Personal information
- Full name: Aaron King
- Date of birth: July 26, 1984 (age 41)
- Place of birth: Denver, Colorado, United States
- Height: 6 ft 1 in (1.85 m)
- Position(s): Forward

College career
- Years: Team / Apps / (Gls)
- 2002–2005: NC State Wolfpack

Senior career*
- Years: Team / Apps / (Gls)
- 2004: Boulder Rapids Reserve / 7 / (4)
- 2005: Raleigh CASL Elite / 7 / (10)
- 2006: Colorado Rapids / 0 / (0)
- 2007–2008: Charleston Battery / 51 / (11)
- 2009: Carolina RailHawks / 2 / (0)
- 2009: → Wilmington Hammerheads (loan) / 4 / (1)
- 2009: Miami FC / 5 / (3)
- 2010–2011: FC Tampa Bay / 56 / (21)
- 2013: Phoenix FC / 14 / (2)
- 2013: FC Haka / 8 / (1)
- 2014: Carolina RailHawks / 14 / (0)
- 2015–2017: Colorado Springs Switchbacks / 68 / (14)

= Aaron King =

American soccer player (born 1984)

Aaron King (born July 26, 1984, in Denver, Colorado) is an American former professional soccer player.

==Career==

===Youth and amateur===
King attended South High School and Smoky Hill High School where he won the 2000 Colorado State Soccer Championship. He then attended the North Carolina State University, playing on the men's soccer team from 2002 to 2005. During his four years at NC State, he scored forty-four and added fifteen assists. He was a 2005 second team All American.

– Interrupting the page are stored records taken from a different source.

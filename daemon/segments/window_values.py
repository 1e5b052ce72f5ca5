"""A closing window's statistics keyed for the bounds, and the details alerts read.

:func:`window_values` asks the core for every segment's statistics of one window
(:func:`shoal.core.window_statistics.segment_statistics`, over arrays) and keys them
``(segment id, statistic)`` with their noise levels, as
:func:`shoal.core.drift.evaluate_bounds` takes them: a statistic that was not measured
has no key (no evidence either way), and a segment that lost most of its rows has its
shape statistics at 0 (not crossing). The per-segment details an explanation needs
are built only for the segments an alert is about.
"""
from __future__ import annotations

import numpy as np

from shoal.core.drift import WHOLE_MODEL
from shoal.core.window_statistics import WindowSums, fit_statistics, segment_statistics
from shoal.daemon.segments.window_sums import baseline_missing_shares

__all__ = ["SHAPE_MIN_SHARE", "feature_stat", "window_values"]

SHAPE_MIN_SHARE = 0.25
"""A segment whose share of a window's rows is under this fraction of its baseline
weight is not measured for mean, spread or feature shifts in that window (it counts
as not crossing): the few rows it still takes are mostly its neighbours' tails. Its
``weight_change`` says what happened."""


def feature_stat(name: str) -> str:
    """The statistic name of one feature's mean shift."""
    return f"feature_shift[{name}]"


def window_values(win: dict, ref, factors, sums: WindowSums, features, *,
                  feature_shift: bool, missing_share: dict | None,
                  ref_spread_variance=None):
    """``(values, noise, detail)`` of one closing window.

    ``win`` is the window's record, ``ref`` the baseline and ``factors`` its Gaussians
    factorised, ``sums`` the window's sums in the baseline's order of segment ids,
    ``missing_share`` the baseline's missing shares by segment id (and
    ``ref_spread_variance`` the baseline's part of the spread noise, if kept)."""
    ids = ref.ids.tolist()
    stats = segment_statistics(
        ref, factors, win["n"], sums, win["center"], min_share=SHAPE_MIN_SHARE,
        baseline_missing=baseline_missing_shares(missing_share, ids, len(features)),
        feature_shift=feature_shift, ref_spread_variance=ref_spread_variance)
    values, noise = {}, {}
    shape = ["mean_shift", "spread_ratio"]
    if feature_shift:
        shape += [feature_stat(f) for f in features]
    for k, sid in enumerate(ids):
        values[(sid, "weight_change")] = float(stats.weight_change[k])
        noise[(sid, "weight_change")] = float(stats.weight_noise[k])
        if stats.low[k]:
            for stat in shape:
                values[(sid, stat)], noise[(sid, stat)] = 0.0, 0.0
    _put(values, noise, ids, "missing_share", stats.missing_share, stats.missing_noise)
    _put(values, noise, ids, "mean_shift", stats.mean_shift, stats.mean_shift_noise)
    _put(values, noise, ids, "spread_ratio", stats.spread, stats.spread_noise)
    if feature_shift:
        for j, f in enumerate(features):
            _put(values, noise, ids, feature_stat(f), stats.feature_shift[:, j],
                 stats.feature_noise[:, j])
    detail = _Details(ids, ref.weights, stats)
    fit = fit_statistics(ref.log_density, win["n"], win["ld"], win["ld2"])
    if fit is not None:
        values[(WHOLE_MODEL, "fit_drop")], noise[(WHOLE_MODEL, "fit_drop")], mean_ld = fit
        u = win["unusual"]
        detail[WHOLE_MODEL] = {"mean_log_density": mean_ld, "n": win["n"], "unusual": u["n"],
                               "unusual_mean": None if not u["n"] else
                               np.asarray(win["center"]) + np.asarray(u["sum"]) / u["n"],
                               "unusual_by_segment": u["by_segment"]}
    return values, noise, detail


def _put(values: dict, noise: dict, ids, stat: str, value: np.ndarray,
         level: np.ndarray) -> None:
    """``values``/``noise`` of ``stat`` for the segments where it was measured."""
    for k in np.flatnonzero(~np.isnan(value)).tolist():
        values[(ids[k], stat)] = float(value[k])
        noise[(ids[k], stat)] = float(level[k])


class _Details(dict):
    """Per segment id: what the explanations need of a window (share, effective rows,
    mean, covariance, Hotelling's T^2, missing shares), built only for the segments an
    alert is about."""

    def __init__(self, ids, weights, stats):
        super().__init__()
        self._at = {sid: k for k, sid in enumerate(ids)}
        self._weights = weights
        self._stats = stats

    def get(self, seg, default=None):
        if seg in self or seg not in self._at:
            return super().get(seg, default)
        k, s = self._at[seg], self._stats
        info = {"share": float(s.share[k]), "baseline_weight": float(self._weights[k]),
                "n_eff": 0.0}
        if s.seen[k]:
            info.update(n_eff=float(s.n_eff[k]), mean=s.means[k], cov=s.covs[k],
                        t2=float(s.t2[k]))
        if s.missing[k]:
            j = int(s.missing_feature[k])
            info["missing"] = {"feature": j, "share": float(s.missing_shares[k, j]),
                               "baseline_share": float(s.missing_baseline[k, j]),
                               "shares": s.missing_shares[k].tolist()}
        self[seg] = info
        return info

In 2004, King played with the Boulder Rapids Reserve in the fourth division Premier Development League during the collegiate off season. In 2005, he played with the Raleigh CASL Elite.

===Professional===
In 2006, the Virginia Beach Mariners selected King with the 15th pick in the USL First Division College Draft. On January 20, 2006, the Los Angeles Galaxy picked King in the fourth round (forty-eighth overall) in the 2006 MLS SuperDraft. King chose to sign with the Galaxy. On February 8, 2006, the Galaxy sent King to the Colorado Rapids in exchange for a first round pick in the 2007 MLS Supplemental Draft. He never saw a first team game, but played ten games, scoring two goals, with the Colorado Rapids reserve team. On November 21, 2006, the Rapids waived King.

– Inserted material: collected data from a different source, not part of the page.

``none``
    ``y = x``; every finite ``x``; log-Jacobian 0.
``log``
    ``y = log x``; ``x > 0``; log-Jacobian ``-log x``.
``log1p``
    ``y = log(1 + x)``; ``x > -1``; log-Jacobian ``-log(1 + x)``.
``logit``
    ``y = log(x / (1 - x))``; ``0 < x < 1``; log-Jacobian ``-log x - log(1 - x)``.
``yeo-johnson``
    Yeo & Johnson (2000), "A new family of power transformations to improve
    normality or symmetry", Biometrika 87(4)::

        y = ((1 + x)^l - 1) / l              x >= 0, l != 0
        y = log(1 + x)                       x >= 0, l == 0
        y = -((1 - x)^(2 - l) - 1) / (2 - l) x < 0,  l != 2
        y = -log(1 - x)                      x < 0,  l == 2

    every finite ``x``; log-Jacobian ``(l - 1) sign(x) log(1 + |x|)``. The parameter
    ``l`` is fitted once by maximum likelihood (:func:`fit_yeo_johnson`) and then kept.

A row is inside the domain when every feature is inside its transform's domain and
the transformed value is finite; domain checks return masks and never raise on data.
The density of a row in the data's units is the density of its transformed row plus
the sum of the log-Jacobians (change of variables).
"""

from __future__ import annotations

from dataclasses import dataclass

import numpy as np
from scipy import optimize, special

from .errors import ModelError

__all__ = [
    "TRANSFORMS",
    "FeatureTransforms",
    "yeo_johnson",
    "yeo_johnson_inverse",
    "yeo_johnson_log_jacobian",
    "yeo_johnson_log_likelihood",
    "fit_yeo_johnson",
    "skewness",
    "data_log_density",
]

TRANSFORMS = ("none", "log", "log1p", "logit", "yeo-johnson")


# ----------------------------------------------------------------- Yeo-Johnson
def yeo_johnson(x, lmbda: float) -> np.ndarray:
    """The Yeo-Johnson transform of ``x`` with parameter ``lmbda``.

    Parameters
    ----------
    x : ndarray of shape (n_samples,)
    lmbda : float

    Returns
    -------
    y : ndarray of shape (n_samples,)
        By ``expm1``/``log1p``, so that ``lmbda`` near 0 or 2 loses no precision.
    """
    x = np.asarray(x, dtype=np.float64)
    y = np.empty_like(x)
    pos = x >= 0
    xp, xn = x[pos], x[~pos]
    if abs(lmbda) < 1e-12:
        y[pos] = np.log1p(xp)
    else:
        y[pos] = np.expm1(lmbda * np.log1p(xp)) / lmbda
    if abs(lmbda - 2.0) < 1e-12:
        y[~pos] = -np.log1p(-xn)
    else:
        y[~pos] = -np.expm1((2.0 - lmbda) * np.log1p(-xn)) / (2.0 - lmbda)
    return y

In the spring of 2007, the Charleston Battery signed King after he impressed the team at trials. He spent two seasons in Charleston, scoring twenty-one goals in fifty-one games. On January 30, 2009, King signed with the Carolina RailHawks. He suffered several injuries during the season which kept him out of most first team games. On April 24, 2009, he was sent on loan to the Wilmington Hammerheads of the USL Second Division where he injured his ankle. On August 31, 2009, the RailHawks sent him on a free transfer to Miami FC.

===FC Tampa Bay===
King signed with the FC Tampa Bay of the new USSF Division 2, and scored the first goal in the team's history on April 16, 2010, in a 1–0 win over Crystal Palace Baltimore. King signed a new contract with the club, which moved to the North American Soccer League, on February 8, 2011. He spent the 2011 season with Tampa Bay. On October 5, 2011, the club declined its 2012 contract option for King, making him a free agent.

===Phoenix FC===
King signed with Phoenix FC of the USL Pro for the 2013 season on November 19, 2012. King then asked for his release from Phoenix FC in June 2013. In July, King then went on trial with FC Haka for three weeks before signing a contract with club. King then went on to score on his debut with Haka FC against AC Oulu only four minutes after he was substituted into the match to make the score 2–0, and to help Haka confirm a 4–0 victory over AC Oulu.

===Colorado Springs Switchbacks FC===
King signed with USL Pro team Colorado Springs Switchbacks for the 2015 season. King ended his first season with the Colorado Springs Switchbacks with 7 goals and 2 assist.

On January 13, 2016, that King had resigned with Colorado Springs Switchbacks for the 2016 USL Pro season. On March 15, 2016, King scored in a 4-0 preseason victory against Ventura County Fusion.

==Coaching career==
King continues to coach in the greater Denver area with the private coaching service, CoachUp.